##### RECORDS TO USE #####

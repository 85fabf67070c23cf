"""Built-in plugin `export_hdf5` (not yet filled in: provides nothing)."""
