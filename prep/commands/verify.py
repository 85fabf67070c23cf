"""``headprep verify BUNDLE``: schema and every array's checksum."""
from __future__ import annotations

import argparse

from ..bundle import verify_bundle
from ..console import exit_status, format_findings

HELP = "verify a bundle's schema and checksums (exit 0 intact, 1 damaged, 2 not a bundle)"


def add_arguments(parser: argparse.ArgumentParser) -> None:
    parser.add_argument("bundle", help="bundle directory or .zip")
    parser.add_argument("--json", action="store_true", help="print one JSON document on stdout")


def run(args: argparse.Namespace, ctx) -> int:  # noqa: ANN001
    findings = verify_bundle(args.bundle)
    status = exit_status(findings)
    doc = {"bundle": args.bundle, "intact": not findings, "findings": [f.to_dict() for f in findings]}
    ctx.emit(doc, lambda: f"{args.bundle}: intact (schema and all checksums verified)" if not findings
             else f"{args.bundle}: DAMAGED\n{format_findings(findings)}")
    return status
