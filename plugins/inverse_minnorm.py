"""Built-in plugin ``inverse_minnorm``: the reference minimum-norm family (for self-tests, not the product).

Three inverse solvers on a fixed-orientation lead field L (n_sensors, n_sources):

``minimum-norm``
    Tikhonov-regularised minimum norm J = L^T (L L^T + lambda^2 I)^-1 y (A*m).
``dspm``
    Noise-normalised minimum norm (Dale et al. 2000): each source's estimate
    divided by the noise standard deviation of that estimate (unitless).
``sloreta``
    Standardised minimum norm (Pascual-Marqui 2002): each estimate divided by
    the square root of the resolution matrix's diagonal (unitless); a single
    noiseless dipole is localised without error.

Data and lead field are whitened with the noise covariance first (white noise
when none is given); lambda^2 = trace(L L^T) / (n * SNR^2) after whitening,
common practice. Everything goes through the thin SVD of the whitened lead
field, so nothing of size n_sources^2 is formed.
"""
from __future__ import annotations

from typing import Any

import numpy as np

from prep import InverseProblem, InverseSolver, SourceEstimate, UsageError, hookimpl
from prep.geometry.linear_inverse import effective_rank, thin_svd, tikhonov_lambda2, whitener

_UNIT = {"minimum-norm": "A*m", "dspm": "1", "sloreta": "1"}


def _solve(problem: InverseProblem, method: str) -> SourceEstimate:
    lf = problem.leadfield
    if lf.orientation != "fixed":
        raise UsageError(f"the '{method}' reference solver needs a fixed-orientation lead field")
    data = np.asarray(problem.data, dtype=np.float64)
    if data.ndim == 1:
        data = data[:, None]
    if data.shape[0] != lf.n_sensors:
        raise UsageError(f"data have {data.shape[0]} rows, the lead field has {lf.n_sensors} sensors")
    w = whitener(problem.noise_cov, lf.n_sensors)
    lw = w @ lf.matrix
    yw = w @ data
    u, s, vt = thin_svd(lw)
    lambda2 = tikhonov_lambda2(s, lw.shape[0], problem.snr)
    gain = s / (s * s + lambda2)
    amp = vt.T @ (gain[:, None] * (u.T @ yw))  # (n_sources, n_times)
    if method == "dspm":  # noise of the estimate: rows of K with whitened (identity) noise
        amp = amp / np.sqrt(np.einsum("ij,ij,i->j", vt, vt, gain * gain))[:, None]
    elif method == "sloreta":  # diag of R = V diag(s^2 / (s^2 + lambda^2)) V^T
        amp = amp / np.sqrt(np.einsum("ij,ij,i->j", vt, vt, gain * s))[:, None]
    eff, _floor = effective_rank(s, lw.shape[0], problem.snr)
    return SourceEstimate(solver=method, amplitudes=amp, unit=_UNIT[method],
                          metrics={"lambda2": lambda2, "snr": problem.snr, "effective_rank": eff})


def solve_minimum_norm(problem: InverseProblem, **_: Any) -> SourceEstimate:
    """Tikhonov minimum norm; amplitudes (n_sources, n_times) in A*m."""
    return _solve(problem, "minimum-norm")


def solve_dspm(problem: InverseProblem, **_: Any) -> SourceEstimate:
    """dSPM (Dale et al. 2000); unitless noise-normalised amplitudes."""
    return _solve(problem, "dspm")


def solve_sloreta(problem: InverseProblem, **_: Any) -> SourceEstimate:
    """sLORETA (Pascual-Marqui 2002); unitless standardised amplitudes (signed square root)."""
    return _solve(problem, "sloreta")


@hookimpl
def headprep_register_inverse_solvers() -> list[InverseSolver]:
    return [
        InverseSolver(name="minimum-norm", solve=solve_minimum_norm,
                      description="Tikhonov minimum norm (reference solver for self-tests)"),
        InverseSolver(name="dspm", solve=solve_dspm,
                      description="noise-normalised minimum norm, Dale et al. 2000 (reference solver)"),
        InverseSolver(name="sloreta", solve=solve_sloreta,
                      description="standardised minimum norm, Pascual-Marqui 2002 (reference solver)"),
    ]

#####

## [WHAT TO WORK ON]
Take the stretch of lines above from the one containing "findings = verify_bundle(args.bundle)" through the one containing "lambda2 = tikhonov_lambda2(s, lw.shape[0], problem.snr)" and repeat it exactly, adding no other line.

## [YOUR RESPONSE]
    findings = verify_bundle(args.bundle)
    status = exit_status(findings)
    doc = {"bundle": args.bundle, "intact": not findings, "findings": [f.to_dict() for f in findings]}
    ctx.emit(doc, lambda: f"{args.bundle}: intact (schema and all checksums verified)" if not findings
             else f"{args.bundle}: DAMAGED\n{format_findings(findings)}")
    return status
filename plugins/inverse_minnorm.py
"""Built-in plugin ``inverse_minnorm``: the reference minimum-norm family (for self-tests, not the product).

Three inverse solvers on a fixed-orientation lead field L (n_sensors, n_sources):

``minimum-norm``
    Tikhonov-regularised minimum norm J = L^T (L L^T + lambda^2 I)^-1 y (A*m).
``dspm``
    Noise-normalised minimum norm (Dale et al. 2000): each source's estimate
    divided by the noise standard deviation of that estimate (unitless).
``sloreta``
    Standardised minimum norm (Pascual-Marqui 2002): each estimate divided by
    the square root of the resolution matrix's diagonal (unitless); a single
    noiseless dipole is localised without error.

Data and lead field are whitened with the noise covariance first (white noise
when none is given); lambda^2 = trace(L L^T) / (n * SNR^2) after whitening,
common practice. Everything goes through the thin SVD of the whitened lead
field, so nothing of size n_sources^2 is formed.
"""
from __future__ import annotations

from typing import Any

import numpy as np

from prep import InverseProblem, InverseSolver, SourceEstimate, UsageError, hookimpl
from prep.geometry.linear_inverse import effective_rank, thin_svd, tikhonov_lambda2, whitener

_UNIT = {"minimum-norm": "A*m", "dspm": "1", "sloreta": "1"}


def _solve(problem: InverseProblem, method: str) -> SourceEstimate:
    lf = problem.leadfield
    if lf.orientation != "fixed":
        raise UsageError(f"the '{method}' reference solver needs a fixed-orientation lead field")
    data = np.asarray(problem.data, dtype=np.float64)
    if data.ndim == 1:
        data = data[:, None]
    if data.shape[0] != lf.n_sensors:
        raise UsageError(f"data have {data.shape[0]} rows, the lead field has {lf.n_sensors} sensors")
    w = whitener(problem.noise_cov, lf.n_sensors)
    lw = w @ lf.matrix
    yw = w @ data
    u, s, vt = thin_svd(lw)
    lambda2 = tikhonov_lambda2(s, lw.shape[0], problem.snr)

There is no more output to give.